Of course, there have also been documented failures of radiocarbon dating. Bird, et al. report radiocarbon dating results of charcoal in northern Australia in which radiocarbon dates were known to be incorrect below a depth of 150 cm, due to interaction with groundwater (19). There are several cases where parts of living or recently-deceased animals were carbon-dated to several thousand years ago, usually because the organisms had access to old, marine carbon sources (20). Also, many samples that other methods date to be hundreds of thousands to millions of years old — so that they should have no detectable 14C — such as fossil fuels and diamonds, have been found to contain 14C, implying that they are less than 50,000 years old (21).

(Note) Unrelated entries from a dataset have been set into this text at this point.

import type { ReactNode } from "react";
import { Figure } from "@/components/ui/figure";
import { formatSi } from "@/components/ui/format";
import { StateBadge } from "@/components/ui/state-badge";
import { topicLabel, type HazardProfile, type SafetyDeclaration } from "@/lib/policy";

function Row({ label, children }: { label: string; children: ReactNode }) {
  return (
    <div className="contents">
      <dt className="text-sm text-graphite-600">{label}</dt>
      <dd>{children}</dd>
    </div>
  );
}

const yesNo = (v: boolean) => (v ? "yes" : "no");

/** What the seller declared, and what the platform computes from it. */
export function HazardProfilePanel({ declaration: d, profile: p }: { declaration: SafetyDeclaration; profile: HazardProfile }) {
  return (
    <div className="grid gap-6 md:grid-cols-2" data-testid="hazard-profile">
      <div>
        <h3 className="mb-2 font-semibold">Declared</h3>
        <dl className="grid grid-cols-[auto_1fr] gap-x-4 gap-y-1">
          <Row label="Mains-connected">{yesNo(d.mainsConnected)}</Row>
          {d.mainsConnected && d.mainsVrms !== undefined ? (
            <Row label="Mains">
              <Figure value={d.mainsVrms} unit="V" /> RMS, +{formatSi((d.mainsTolerance ?? 0.1) * 100, "%")}
            </Row>
          ) : null}
          <Row label="Bus capacitance">{d.busCapacitanceF ? <Figure value={d.busCapacitanceF} unit="F" /> : "none declared"}</Row>
          <Row label="Bleeder">{d.bleederOhm ? <Figure value={d.bleederOhm} unit="Ω" /> : "none fitted"}</Row>
          <Row label="Heatsinks at bus potential">{yesNo(d.liveHeatsinks)}</Row>
          <Row label="Welding power source">{yesNo(d.weldingSource)}</Row>
          {d.weldingSource ? (
            <Row label="Open-circuit voltage">
              {d.openCircuitV !== undefined ? <Figure value={d.openCircuitV} unit="V" /> : "not declared"} {(d.ocvKind ?? "dc").toUpperCase()},{" "}
              {d.environment === "increased-hazard" ? "increased hazard of electric shock" : "normal environment"}
            </Row>
          ) : null}
        </dl>
      </div>
      <div>
        <h3 className="mb-2 font-semibold">Computed</h3>
        <dl className="grid grid-cols-[auto_1fr] gap-x-4 gap-y-1">
          <Row label="DC bus peak">
            <Figure value={p.busPeakV} unit="V" />
          </Row>
          <Row label="Stored energy">
            <Figure value={p.storedEnergyJ} unit="J" />
          </Row>
          <Row label="Stored charge">
            <Figure value={p.storedChargeC} unit="C" />
          </Row>
          <Row label={`Discharge to ${formatSi(p.safeVoltageV, "V")}`}>
            {p.busPeakV <= p.safeVoltageV || p.capacitanceF === 0 ? (
              "no charged bus"
            ) : p.dischargeS === null ? (
              <StateBadge label="No bleeder: stays charged" tone="caution" />
            ) : (
              <Figure value={p.dischargeS} unit="s" />
            )}
          </Row>
          {p.ocv ? (
            <Row label="Open-circuit limit">
              {p.ocvLimitV !== null ? <Figure value={p.ocvLimitV} unit="V" /> : "—"} {p.ocv.basis}
              {p.ocv.withinLimit === false ? <StateBadge className="ml-2" label="Over the limit" tone="stop" /> : null}
              {p.ocv.withinLimit === true ? <StateBadge className="ml-2" label="Within the limit" tone="clear" /> : null}
            </Row>
          ) : null}
        </dl>
        <p className="mt-3 text-sm text-graphite-600">Required topics:</p>
        <ul className="mt-1 flex flex-wrap gap-1" aria-label="Required topics">
          {p.requiredTopics.map((t) => (
            <li key={t}>
              <StateBadge label={topicLabel(t)} tone="active" />
            </li>
          ))}
        </ul>
      </div>
    </div>
  );
}
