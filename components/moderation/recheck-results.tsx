import Link from "next/link";
import type { RecheckRun } from "@/db/queries/moderation";
import { EmptyState } from "@/components/ui/empty-state";
import { ProductStateBadge } from "@/components/ui/state-badge";
import { Table, TBody, TD, TH, THead, TRow } from "@/components/ui/table";
import { topicLabel } from "@/lib/policy";
import { RelativeTime } from "./relative-time";

function Count({ label, value, testId }: { label: string; value: number; testId: string }) {
  return (
    <div className="rounded border border-graphite-200 bg-paper-sunken px-3 py-2">
      <dt className="text-xs font-semibold tracking-wide text-graphite-600 uppercase">{label}</dt>
      <dd className="figure font-mono text-xl text-graphite-900" data-testid={testId}>
        {value}
      </dd>
    </div>
  );
}

/** Per published revision: how many live listings it cleared, failed and held, and the failing ones with their grace date. */
export function RecheckResults({ runs }: { runs: RecheckRun[] }) {
  if (runs.length === 0) {
    return <EmptyState title="No policy revision has been published yet">When an admin publishes one, every live listing is checked against it and the results appear here.</EmptyState>;
  }
  return (
    <div className="space-y-8">
      {runs.map((run) => (
        <section key={run.revision} aria-labelledby={`recheck-${run.revision}`} data-testid={`recheck-${run.revision}`} className="space-y-3">
          <h3 id={`recheck-${run.revision}`} className="font-semibold text-graphite-900">
            Revision {run.revision} · published <RelativeTime iso={run.publishedAt} showIso={false} /> · grace {run.graceDays} days
          </h3>
          <p className="max-w-reading text-sm text-graphite-700">{run.summary}</p>
          <dl className="grid max-w-xl grid-cols-2 gap-2 sm:grid-cols-4">
            <Count label="Checked" value={run.counts.checked} testId={`recheck-${run.revision}-checked`} />
            <Count label="Clear" value={run.counts.clear} testId={`recheck-${run.revision}-clear`} />
            <Count label="Failing" value={run.counts.failing} testId={`recheck-${run.revision}-failing`} />
            <Count label="Held" value={run.counts.held} testId={`recheck-${run.revision}-held`} />
          </dl>
          {run.counts.checked === 0 ? <p className="text-sm text-graphite-600">The re-check has not run yet, or there were no live listings.</p> : null}
          {run.failing.length > 0 ? (
            <Table caption={`Listings that failed revision ${run.revision}`} captionHidden>
              <THead>
                <TRow>
                  <TH>Listing</TH>
                  <TH>Seller</TH>
                  <TH>Sheet</TH>
                  <TH>What fails</TH>
                  <TH>Grace until</TH>
                  <TH>Outcome</TH>
                </TRow>
              </THead>
              <TBody>
                {run.failing.map((f) => (
                  <TRow key={f.listingId}>
                    <TD>
                      <Link href={`/moderate/listings/${f.listingId}`} className="font-medium">
                        {f.title}
                      </Link>
                      <div className="mt-1">
                        <ProductStateBadge kind="listing" state={f.listingState} />
                      </div>
                    </TD>
                    <TD>{f.sellerName}</TD>
                    <TD>
                      <ProductStateBadge kind="policy" state={f.status} />
                    </TD>
                    <TD className="text-sm">{[...new Set(f.findings.map((x) => topicLabel(x.topic)))].join(", ")}</TD>
                    <TD>{f.graceUntil ? <RelativeTime iso={f.graceUntil} /> : "—"}</TD>
                    <TD className="text-sm">
                      {f.heldAt ? "Held when the grace ran out" : f.resolvedAt ? "Fixed in time" : f.listingState === "live" ? "Grace running" : "Back with the seller or in review"}
                    </TD>
                  </TRow>
                ))}
              </TBody>
            </Table>
          ) : null}
        </section>
      ))}
    </div>
  );
}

Objections to Carbon Dating
So far, I have described carbon dating and some of the theory, measurements, and ideas that underlie it. Within the scientific community at large, it seems to be considered a well-established and reliable dating method, though subject to assumptions and sources of error, as is any indirect measurement. There is little doubt that we understand the physics of carbon-14 decay, can observe the present carbon-14 cycle, and can measure accurately the amount of carbon-14 in a sample; and even hard-core creationists do not argue with this empirical evidence (22). But the fundamental necessity of making certain assumptions about the ancient earth may leave room for reinterpretations of the raw data.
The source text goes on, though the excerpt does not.